I know this can't go on soap stamp. What do you think about this?


----------



## Rusti (Mar 31, 2016)

Deola said:


> View attachment 20226
> 
> 
> I know this can't go on soap stamp. What do you think about this?



Personally, as logos go, this one is worse than the first. As a designer myself, I don't have too many problems with the first, but I'd ask about upping the contrast to make it more legible.

Ask for them in black and white. A good one will work just as well in black and white as it does color. And it will scale beautifully too. The first one does that. This one...doesn't.


----------



## SuzieOz (Mar 31, 2016)

The first one's cute! I wasn't sure if it said spinel or spinei though, so had to read on to find out. Other than that, it's pretty and girly, probably not what you want on a man's soap??

I do like it though.


----------



## dibbles (Mar 31, 2016)

I agree about the second one, sorry, but I don't find it appealing. 

The suggestion of the first label being in black (or gray) and white is something to consider. You could add color in the flower and the dot over the i. Maybe the two words could be separated a bit for easier reading. It is cute, and of the two I like it a lot better than the second one.


----------



## Relle (Mar 31, 2016)

I'd find something more simplistic, I also had to look up the definition of spinel.


----------



## dillsandwitch (Apr 1, 2016)

Ahh Spinel, the disappointment gem. I want sapphires but all I get is spinel. And t make matters worse they even taste like saphires so they can be deceiving if you have bad light, like at the end of the day...   

I like the fist logo but agree it needs something to separate the 2 words so they dont get lost in themselves


----------



## Susie (Apr 1, 2016)

I like things simple and clear to read.  I honestly don't like either one.  Sorry.


----------



## Deola (Apr 4, 2016)

I eventually settle for this. Readable and colorful ( I just love purple).


----------



## singingjeanie (Apr 5, 2016)

Deola said:


> View attachment 20222
> 
> 
> I hired someone to design my logo. The business name is Purple Spinel Soap co. What do you think? I haven't decided on this yet, but I like it.

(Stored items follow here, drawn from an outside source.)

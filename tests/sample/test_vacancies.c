/* SPDX-License-Identifier: GPL-3.0-or-later */
/* What each rule of drawing vacancies claims, by statistics. Limits are five standard errors. */
#include "fixtures.h"

#include <stdlib.h>

static sv_sample drawn(const sv_flake *flake, const sv_disorder *d, sv_index k)
{
    sv_sample s = {0};
    CHECK_OK(sv_sample_draw(test_context(), flake, d, 1, 11, k, &s));
    return s;
}

/* Vacant flags of an n×n square flake of one position per cell. */
static void vacant_map(const sv_sample *s, const sv_flake *flake, bool *vacant)
{
    for (sv_index c = 0; c < flake->n_cells; c++)
        vacant[c] = true;
    for (sv_index r = 0; r < s->n; r++)
        vacant[flake->sites[s->pristine[r]].cell] = false;
}

typedef struct mean_of {
    double sum, squares, n;
} mean_of;

static void add(mean_of *m, double x)
{
    m->sum += x;
    m->squares += x * x;
    m->n += 1.0;
}

static double mean(const mean_of *m)
{
    return m->sum / m->n;
}

static double error(const mean_of *m)
{
    double variance = m->squares / m->n - mean(m) * mean(m);
    return sqrt(variance / (m->n - 1.0));
}

/* κ ∫ (1 − exp(−b (g(x) + g(x − r)))) d²x by the midpoint rule; g: gaussian of the radius. */
static double exponent(double density, double b, double radius, double rx, double ry, bool both)
{
    const double step = radius / 12.0, reach = 8.0 * radius + hypot(rx, ry);
    double sum = 0.0;
    for (double x = -reach; x < reach; x += step)
        for (double y = -reach; y < reach; y += step) {
            double g = exp(-(x * x + y * y) / (2.0 * radius * radius));
            double u = x - rx, v = y - ry;
            if (both)
                g += exp(-(u * u + v * v) / (2.0 * radius * radius));
            sum += -expm1(-b * g);
        }
    return density * sum * step * step;
}

/* The clustered process against its own law: P(both vacant) at distance r from the void
 * probability of a shot-noise Cox process (Stoyan, Kendall, Mecke, ch. 5; recalled from memory),
 * integrated numerically here; the library uses a closed form for the density of parents. */
SV_TEST(clusters_have_their_pair_law)
{
    enum { N = 40, RUNS = 400, FAR = 5 };
    sv_model model = fixture_qi_wu_zhang(-1.0);
    sv_flake_spec spec = fixture_cells(&model, N, N, false);
    sv_flake flake = fixture_flake(&model, &spec);
    const double share = 0.06, size = 8.0, radius = 1.5, b = size / (2.0 * M_PI * radius * radius);
    sv_disorder d = {.name = "vac",
                     .type = SV_DISORDER_VACANCIES,
                     .on = -1,
                     .has_share = true,
                     .share = share,
                     .cluster_size = size,
                     .cluster_radius = radius};
    double density = -log(1.0 - share) / exponent(1.0, b, radius, 0, 0, false);
    mean_of single = {0}, pairs[FAR] = {{0}};
    const int shifts[FAR] = {1, 2, 3, 6, 20};
    bool vacant[N * N];
    for (int k = 0; k < RUNS; k++) {
        sv_sample s = drawn(&flake, &d, k);
        vacant_map(&s, &flake, vacant);
        add(&single, (double)s.inventory.vacancies / (N * N));
        CHECK_INT(s.inventory.placed[0], s.inventory.vacancies);
        for (int m = 0; m < FAR; m++) {
            double both = 0.0;
            for (int i = 0; i + shifts[m] < N; i++)
                for (int j = 0; j < N; j++)
                    both += vacant[i * N + j] && vacant[(i + shifts[m]) * N + j];
            add(&pairs[m], both / (N * (N - shifts[m])));
        }
        sv_sample_free(test_context(), &s);
    }
    CHECK_CLOSE(mean(&single), share, 5.0 * error(&single));
    for (int m = 0; m < FAR; m++) {
        double none = exp(-exponent(density, b, radius, shifts[m], 0, true));
        double both = 1.0 - 2.0 * (1.0 - share) + none;
        CHECK_CLOSE(mean(&pairs[m]), both, 5.0 * error(&pairs[m]));
        /* Clustering is what is tested: near pairs are far from independent ones. */
        if (m < 2)
            CHECK(both > 1.8 * share * share);
    }
    sv_flake_free(test_context(), &flake);
    sv_model_free(test_context(), &model);
}

/* Larger shares keep what smaller ones have, larger flakes what smaller ones have. */
SV_TEST(rules_are_nested_and_know_no_flake)
{
    sv_model model = fixture_haldane(0.2, 1.0, 0.0);
    sv_flake_spec small_spec = fixture_cells(&model, 14, 14, false);
    sv_flake_spec large_spec = fixture_cells(&model, 20, 20, true);
    sv_flake small = fixture_flake(&model, &small_spec), large = fixture_flake(&model, &large_spec);
    for (int rule = 0; rule < 2; rule++) {
        sv_disorder d = {.name = "vac",
                         .type = SV_DISORDER_VACANCIES,
                         .on = -1,
                         .has_share = true,
                         .cluster_size = rule == 0 ? 4.0 : 0.0,
                         .cluster_radius = 1.2,
                         .distance = rule == 1 ? 1.1 : 0.0};
        d.share = 0.04;
        sv_sample few = drawn(&small, &d, 2);
        sv_sample wide = drawn(&large, &d, 2);
        d.share = 0.08;
        sv_sample many = drawn(&small, &d, 2);
        CHECK(many.n < few.n && few.n < small.n_sites);
        bool there[2 * 14 * 14] = {false}, far_there[2 * 20 * 20] = {false};
        for (sv_index r = 0; r < few.n; r++)
            there[few.pristine[r]] = true;
        for (sv_index r = 0; r < many.n; r++)
            CHECK(there[many.pristine[r]]);
        for (sv_index r = 0; r < wide.n; r++)
            far_there[wide.pristine[r]] = true;
        for (int i = 0; i < 14; i++)
            for (int j = 0; j < 14; j++)
                for (int o = 0; o < 2; o++)
                    CHECK(there[2 * (14 * i + j) + o] == far_there[2 * (20 * i + j) + o]);
        sv_sample_free(test_context(), &few);
        sv_sample_free(test_context(), &many);
        sv_sample_free(test_context(), &wide);
    }
    sv_flake_free(test_context(), &small);
    sv_flake_free(test_context(), &large);
    sv_model_free(test_context(), &model);
}

static double nearest_pair(const sv_flake *flake, const sv_sample *s)
{
    double best = INFINITY;
    bool *gone = NULL;
    CHECK_OK(sv_take(test_context(), flake->n_sites, sizeof *gone, &gone));
    for (sv_index a = 0; a < flake->n_sites; a++)
        gone[a] = true;
    for (sv_index r = 0; r < s->n; r++)
        gone[s->pristine[r]] = false;
    for (sv_index a = 0; a < flake->n_sites; a++)
        for (sv_index b = 0; gone[a] && b < a; b++)
            if (gone[b])
                best = fmin(best, hypot(flake->sites[a].at[0] - flake->sites[b].at[0],
                                        flake->sites[a].at[1] - flake->sites[b].at[1]));
    sv_give(test_context(), gone);
    return best;
}

/* Share left of candidates p with n neighbours: (1 − (1 − p)^(n+1))/(n + 1); on the honeycomb 12
 * other sites lie within one lattice constant and a bit (3 at 1/√3, 6 at 1, 3 at 2/√3). */
SV_TEST(minimum_distance_is_kept_at_the_share_asked_for)
{
    sv_model model = fixture_haldane(0.2, 1.0, 0.0);
    sv_flake_spec spec = fixture_cells(&model, 20, 20, false);
    sv_flake flake = fixture_flake(&model, &spec);
    sv_disorder d = {.name = "vac",
                     .type = SV_DISORDER_VACANCIES,
                     .on = -1,
                     .has_share = true,
                     .share = 0.05,
                     .distance = 1.2};
    CHECK_CLOSE(sv_disorder_share_limit(&model, &d), 1.0 / 13.0, 1e-14);
    d.on = 0;
    CHECK_CLOSE(sv_disorder_share_limit(&model, &d), 1.0 / 7.0, 1e-14);
    d.on = -1;
    mean_of share = {0};
    for (int k = 0; k < 200; k++) {
        sv_sample s = drawn(&flake, &d, k);
        add(&share, (double)s.inventory.vacancies / 800.0);
        if (k < 20)
            CHECK(nearest_pair(&flake, &s) > 1.2);
        sv_sample_free(test_context(), &s);
    }
    CHECK_CLOSE(mean(&share), 0.05, 5.0 * error(&share));
    sv_sample s = {0};
    d.share = 0.08;
    CHECK_STATUS(SV_INVALID_INPUT, sv_sample_draw(test_context(), &flake, &d, 1, 1, 0, &s));
    /* An exact number; more than the rule leaves is refused. */
    d.has_share = false;
    d.has_count = true;
    d.count = 30;
    s = drawn(&flake, &d, 0);
    CHECK_INT(s.inventory.vacancies, 30);
    CHECK(nearest_pair(&flake, &s) > 1.2);
    sv_sample_free(test_context(), &s);
    d.count = 100;
    CHECK_STATUS(SV_INVALID_INPUT, sv_sample_draw(test_context(), &flake, &d, 1, 1, 0, &s));
    sv_flake_free(test_context(), &flake);
    sv_model_free(test_context(), &model);
}

static int compare(const void *a, const void *b)
{
    double x = *(const double *)a, y = *(const double *)b;
    return x < y ? -1 : x > y;
}

/* The count is that of a full sort: the largest number taken is the count-th smallest. */
SV_TEST(counts_take_the_smallest_numbers)
{
    sv_model model = fixture_qi_wu_zhang(-1.0);
    sv_flake_spec spec = fixture_cells(&model, 30, 30, false);
    sv_flake flake = fixture_flake(&model, &spec);
    sv_stream stream = sv_stream_make(11, "vac", 4);
    double u[900], sorted[900];
    for (sv_index c = 0; c < 900; c++)
        sorted[c] = u[c] = sv_stream_uniform(&stream, flake.cells[c].i, flake.cells[c].j, 0);
    qsort(sorted, 900, sizeof *sorted, compare);
    for (int count = 1; count < 900; count += 113) {
        sv_disorder d = {.name = "vac",
                         .type = SV_DISORDER_VACANCIES,
                         .on = -1,
                         .has_count = true,
                         .count = count};
        bool vacant[900];
        sv_sample s = drawn(&flake, &d, 4);
        vacant_map(&s, &flake, vacant);
        for (sv_index c = 0; c < 900; c++)
            CHECK(vacant[c] == (u[c] <= sorted[count - 1]));
        sv_sample_free(test_context(), &s);
    }
    sv_flake_free(test_context(), &flake);
    sv_model_free(test_context(), &model);
}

Do you think it will work well for my soap stamp?


 
---------------------------------------------------
For one thing its is too close together and thus on a soap stamp I believe it wouldn't look right. If it was a fraction away from each other it would be fine.  over all I like it!



Deola said:


> View attachment 20300
> 
> 
> I eventually settle for this. Readable and colorful ( I just love purple).


 
-------------------

Right on that is much better!!


----------



## woody1000 (May 5, 2016)

Hi, try people per hour there are people on there who design logos very cheap to a very high standard and you will get a vector logo with all the files, photoshop, ai etc, so you can make changes when you need to.


----------



## Misschief (May 6, 2016)

snappyllama said:


> I worry about the colors... it looks like it has 6 on my monitor. That many colors can add up printing costs.



Speaking as a printer, I don't know where the OP is but around here, most printers now print digitally, not on presses. Colour is colour. Where I work, you can have full colour, full bleed (colour "bleeds" off the edge of a card or sheet), and it won't cost any more than having one coloured letter on an item. 

If it's going to be printed on a press, then yes, the more colour you have, the more it will cost.


----------



## Spice (May 16, 2016)

Deola said:


> View attachment 20300
> 
> 
> I eventually settle for this. Readable and colorful ( I just love purple).



Are you going to be selling gemstones or soap? If soap the name doesnt fit, if gemstones....perfect.:neutral:


----------



## Rusti (May 22, 2016)

woody1000 said:


> Hi, try people per hour there are people on there who design logos very cheap to a very high standard and you will get a vector logo with all the files, photoshop, ai etc, so you can make changes when you need to.



I have only one warning regarding getting logos at 'bargain' rates. Those people who do them for super cheap are (not always, but rather depressingly often) sometimes using clip or stock art they have no business using for unique business logos simply because they are cutting corners and saving time.

It's worth the investment in your business to spend a little on what is basically going to be your identity. You want it to be unique to you and your business and not a clip art contraption the designer coughed up because you only wanted to spend $50.

--------------------------------------

That being said, Deola, I think the logo you decided on is much better than the first two, good choice!


----------